Starting point is 00:23:05 It's all the way into the modern period. It's everywhere. Now, it became controversial. By that time, people were worried about Averroes, that he'd had too much influence. And you can see the thought that the Christian tradition needed to go back to the pure strains of antiquity and get at Plato and Aristotle themselves in full color, not as interpreted by the commentator. They retranslated Aristotle. They tried to get rid of Averroes' commentary from the texts. They translated Plato for the first time. Plato had never been translated into Latin.
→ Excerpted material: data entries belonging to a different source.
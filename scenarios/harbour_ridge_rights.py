"""Call schedules and statement values of the Harbour Ridge demo."""

from __future__ import annotations

import random
from dataclasses import replace
from datetime import date, timedelta

from harbour_ridge_assets import (
    BELOW_MAKE_WHOLE,
    EXTRA_LOTS,
    RECIPES,
    VALUATION,
    Bond,
    Issuers,
    Lot,
    Recipe,
    Right,
    between,
    class_spread_bp,
    coupon_of,
    frequency_and_count,
    issue_and_maturity,
    later,
    life_years,
    pick,
    years_between,
)

DAY = timedelta(days=1)


def staircase(dates: list[date], prices: list[float], last: date, style: str) -> tuple[Right, ...]:
    """Rows that follow each other without a gap: price i from date i to the day before date i + 1."""
    ends = [d - DAY for d in dates[1:]] + [last]
    return tuple(
        Right(first, end, style, round(price, 3)) for first, end, price in zip(dates, ends, prices) if first <= end
    )


def yearly(start: date, first_price: float, step: float, last: date, style: str, month_end: bool) -> tuple[Right, ...]:
    """A schedule that falls by `step` a year to 100 and stays there."""
    dates, prices, price, year = [start], [first_price], first_price, 0
    while price > 100.0:
        year += 1
        price = max(100.0, price - step)
        dates.append(later(start, 12 * year, month_end))
        prices.append(price)
    kept = [i for i, d in enumerate(dates) if d <= last]
    return staircase([dates[i] for i in kept], [prices[i] for i in kept], last, style)


def lockout(recipe: Recipe, rng: random.Random, term: int) -> int:
    """Months from issue to the first call."""
    if recipe.form == "american_late":
        return 120
    if recipe.form == "declining":
        return pick(rng, {60: 4, 120: 5}) if term <= 20 else 120
    if recipe.form == "private":
        return 36 if term <= 10 else 60
    if recipe.form == "high_yield":
        return 36 if term <= 8 else 60
    return min(pick(rng, {24: 4, 36: 3, 60: 3}), 12 * term - 12)


def rights_of(
    recipe: Recipe, rng: random.Random, issue: date, maturity: date, coupon: float, month_end: bool
) -> tuple[Right, ...]:
    """The call schedule of one security, par-call window and make-whole rows aside."""
    term, last = maturity.year - issue.year, maturity - DAY
    if recipe.form in ("none", "zero", "make_whole", "make_whole_life"):
        return ()
    start = later(issue, lockout(recipe, rng, term), month_end)
    if recipe.form == "european":  # one date, the first coupon date after today where the lockout is past
        while start <= VALUATION + 100 * DAY:
            start = later(start, 12, month_end)
        start = min(start, months_earlier(maturity, 12, month_end))
        return (Right(start, start, "european", 100.0),)
    if recipe.form in ("bermudan", "american"):
        return (Right(start, last, recipe.form, 100.0),)
    if recipe.form == "american_late":
        return yearly(start, pick(rng, {100.0: 3, 101.0: 2}), 0.5, last, "american", month_end)
    if recipe.form == "declining":
        return yearly(start, 100.0 + round(50.0 * coupon, 2), 0.5, last, "american", month_end)
    if recipe.form == "private":
        return yearly(start, pick(rng, {102.0: 2, 103.0: 2, 101.0: 1}), 1.0, last, "bermudan", month_end)
    half = round(50.0 * coupon, 3)  # high yield: half the coupon, then a quarter, then par
    dates = [later(start, 12 * i, month_end) for i in range(3)]
    return staircase(dates, [100.0 + half, 100.0 + half / 2, 100.0], last, "american")


def months_earlier(day: date, months: int, month_end: bool) -> date:
    return later(day, -months, month_end)


def make_whole_bp(rating: str, term: int) -> int:
    """Make-whole spread: about 15 % of the spread at issue, in steps of 5, 10 at least. [bp]

    The spreads of 2022 stand for those of issue, so that no crisis year writes a make-whole spread of 40.
    """
    return max(10, 5 * round(0.15 * class_spread_bp(rating, term) / 5.0))


def with_make_whole(bond: Bond, term: int) -> Bond:
    """Adds the make-whole row, up to the par-call window where there is one."""
    window = {3: 1, 5: 1, 7: 2, 10: 3, 12: 3, 15: 4}.get(term, 6)
    par_call = months_earlier(bond.maturity, window, bond.month_end) if bond.recipe.form == "make_whole" else None
    if par_call is not None and par_call <= VALUATION + 31 * DAY:
        par_call = None
    last = (par_call or bond.maturity) - DAY
    row = Right(bond.issue + DAY, last, "make_whole", None, make_whole_bp(bond.rating, term))
    return replace(bond, par_call=par_call, rights=(row,))


def make_bond(rng: random.Random, issuers: Issuers, recipe: Recipe, name: str, place: float) -> Bond:
    """One security. Price noise is at most a tenth of the class spread."""
    rating, sector = pick(rng, recipe.ratings), pick(rng, dict.fromkeys(recipe.sectors, 1.0))
    issue, maturity, month_end = issue_and_maturity(rng, recipe, place)
    frequency, day_count = frequency_and_count(rng, recipe)
    term = maturity.year - issue.year
    coupon = coupon_of(recipe, rating, issue.year, term)
    spread = class_spread_bp(rating, life_years(maturity))
    bond = Bond(
        name=name,
        issuer=issuers.name(recipe.asset_class, sector, rating),
        recipe=recipe,
        sector=sector,
        rating=rating,
        coupon=coupon,
        frequency=frequency,
        day_count=day_count,
        month_end=month_end,
        issue=issue,
        first_coupon=None,
        maturity=maturity,
        par_call=None,
        rights=rights_of(recipe, rng, issue, maturity, coupon, month_end),
        spread_bp=round(spread + between(rng, -0.09, 0.09) * spread, 1),
    )
    return with_make_whole(bond, term) if recipe.form.startswith("make_whole") else bond


def odd_first_coupons(bonds: list[Bond]) -> list[Bond]:
    """The two latest half-yearly corporate issues get a first coupon that is still ahead: one long, one short."""
    fit = [
        b
        for b in bonds
        if b.recipe.asset_class == "corporate" and b.frequency == 2 and not b.month_end and b.issue.year == 2022
    ]
    fit = sorted(fit, key=lambda b: (b.issue, b.name))[-2:]
    changed = {}
    for bond, days in zip(fit, (-24, 40)):  # issued before or after the regular date of a first coupon still ahead
        first = later(bond.issue, 6, False)
        while first <= VALUATION:
            first = later(first, 6, False)
        issue = months_earlier(first, 6, False) + timedelta(days=days)
        row = replace(bond.rights[0], first=issue + DAY) if bond.rights else None
        changed[bond.name] = replace(bond, issue=issue, first_coupon=first, rights=(row,) if row else ())
    return [changed.get(b.name, b) for b in bonds]


def crisis_make_whole(bonds: list[Bond]) -> list[Bond]:
    """Three high-grade bonds keep a make-whole spread written in a crisis, above their spread of today."""
    fit = [
        b
        for b in bonds
        if b.recipe.form == "make_whole" and b.rating in ("AA", "A+") and b.issue.year in (2008, 2009, 2020)
    ]
    names = {
        b.name
        for b in sorted(fit, key=lambda b: (class_spread_bp(b.rating, life_years(b.maturity)), b.name))[
            :BELOW_MAKE_WHOLE
        ]
    }
    out = []
    for bond in bonds:
        if bond.name in names:
            above = class_spread_bp(bond.rating, life_years(bond.maturity)) + 25.0  # above refunding too
            row = replace(bond.rights[0], make_whole_bp=5 * round(above / 5.0))
            bond = replace(bond, rights=(row,))
        out.append(bond)
    return out


def make_bonds(rng: random.Random) -> list[Bond]:
    """Every security, in the order of the recipes."""
    issuers, counts, bonds = Issuers(rng), dict.fromkeys((r.code for r in RECIPES), 0), []
    for recipe in RECIPES:
        for i in range(recipe.count):
            counts[recipe.code] += 1
            name = f"{recipe.code}{counts[recipe.code]:03d}"
            bonds.append(make_bond(rng, issuers, recipe, name, (i + 0.5) / recipe.count))
    return crisis_make_whole(odd_first_coupons(bonds))


def value_at(rate: float, coupon: float, redemption: float, years: float) -> float:
    """Value of a level coupon and a redemption at a half-yearly yield. [per 100]"""
    fall = (1.0 + 0.5 * rate) ** (-2.0 * years)
    level = 2.0 * years / 2.0 if abs(rate) < 1e-9 else (1.0 - fall) / rate
    return 100.0 * coupon * level + redemption * fall


def yield_of(price: float, coupon: float, redemption: float, years: float) -> float:
    """Half-yearly yield at a price, by bisection. [1/year]"""
    low, high = -0.5, 1.0
    for _ in range(80):
        middle = 0.5 * (low + high)
        low, high = (middle, high) if value_at(middle, coupon, redemption, years) > price else (low, middle)
    return 0.5 * (low + high)


def redemptions(bond: Bond) -> list[tuple[date, float]]:
    """Where the bond may end: each row of its schedule at its start, the par-call date, and maturity."""
    ends = [(r.first, r.price) for r in bond.rights if r.price is not None]
    if bond.par_call is not None:
        ends.append((bond.par_call, 100.0))
    return [*ends, (bond.maturity, 100.0)]


def carried(bond: Bond, bought: date, price: float) -> float:
    """Statement value today per 100: by effective yield from purchase to the redemption that gives the lowest value.

    Years are fractions of 365.25 days and coupons flow evenly at half-years: good enough for an invented ledger.
    """
    values = []
    for end, redemption in redemptions(bond):
        if end <= bought or (end - bought).days < 30:
            continue
        if end <= VALUATION:  # passed without a call: no more than what the issuer may pay since then
            values.append(redemption if redemption < price else price)
            continue
        rate = yield_of(price, bond.coupon, redemption, years_between(bought, end))
        values.append(value_at(rate, bond.coupon, redemption, years_between(VALUATION, end)))
    in_force = [r.price for r in bond.rights if r.price is not None and r.first <= VALUATION <= r.last]
    return min(values + in_force)


def purchase(rng: random.Random, bond: Bond) -> tuple[date, float]:
    """When and at what clean price a lot was bought: mostly at issue, else in the market."""
    if bond.frequency == 0:
        rate = 0.0385 + 0.008 * rng.random()
        return bond.issue, value_at(rate, 0.0, 100.0, years_between(bond.issue, bond.maturity))
    if rng.random() < 0.7:
        return bond.issue, round(between(rng, 98.9, 100.4), 3)
    days = (VALUATION - bond.issue).days - 20
    return bond.issue + timedelta(days=max(0, int(days * 0.7 * rng.random()))), round(between(rng, 97.0, 104.0), 3)


def make_lot(rng: random.Random, bond: Bond, segment: str, share: float, name: str) -> Lot:
    low, high = bond.recipe.par
    size = share * between(rng, low, high)
    bought, price = purchase(rng, bond)
    book = carried(bond, bought, price)
    return Lot(name, bond, segment, size, book, book + between(rng, -0.3, 0.3))


def make_lots(rng: random.Random, bonds: list[Bond]) -> list[Lot]:
    """One lot of every security, then further ones, some in another segment."""
    pairs = [(bond, bond.recipe.segment, 1.0) for bond in bonds]
    for _ in range(EXTRA_LOTS):
        bond = bonds[int(rng.random() * len(bonds))]
        other = "payout" if life_years(bond.maturity) > 11.0 else "deferred_annuities"
        pairs.append((bond, bond.recipe.segment if rng.random() < 0.6 else other, 0.5))
    return [make_lot(rng, bond, segment, share, f"L{i + 1:04d}") for i, (bond, segment, share) in enumerate(pairs)]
Starting point is 00:23:43 That was a Renaissance achievement to do that. So essentially, Averroes' writing goes from being widely read and influential in the medieval period and acknowledged, right? But then in the Renaissance period, the trend kind of reverses where people are downplaying his influence. Is that right? Yeah, that's right. I mean, it was a struggle. It's not as if everyone was reading him in the 13th and 14th century, and then everybody stopped during the Renaissance. Averroes had his critics early on. He had his champions. The phrase Averroist is often used throughout this period to describe people who are fans of Averroist and influenced by his thought to a degree that some would characterize as excessive. It was often a term of condemnation to call someone an Averroist. At some point in the Renaissance, certainly, the balance starts to shift and Averroes starts to become less and less influential. And is this because of his philosophy or just who he was?
Starting point is 00:24:50 It did not happen on the philosophical merits. It's not as if anybody showed that Averroes' views were, you know, faulty or somehow, you know, less worth of study than people used to think. I mean, it was part of a matter of prejudice, but there's definitely a part of it that's a change in worldview and a privileging of Greek antiquity and a diminishment of other traditions. You know, that's a legacy that endures to this day. The modern legacy of Averhaar in the Netherlands. And you're listening to ThruLine from NPR. Doi doi! So I'm just wondering how his legacy in the Islamic world compares to his legacy in the West, which initially was one of kind of celebrity and eventually obscurity.
Starting point is 00:26:43 But, you know, in comparison, how did his legacy play out in the Islamic world? Well, that's a somewhat sad part of the story. He had this enormous triumph in Europe for quite a long time. In the Islamic world, he didn't get nearly so much attention. He was not regarded as one of the great philosophical figures. And that seems to be because his ideas were just so out of step with how things were going within Islam.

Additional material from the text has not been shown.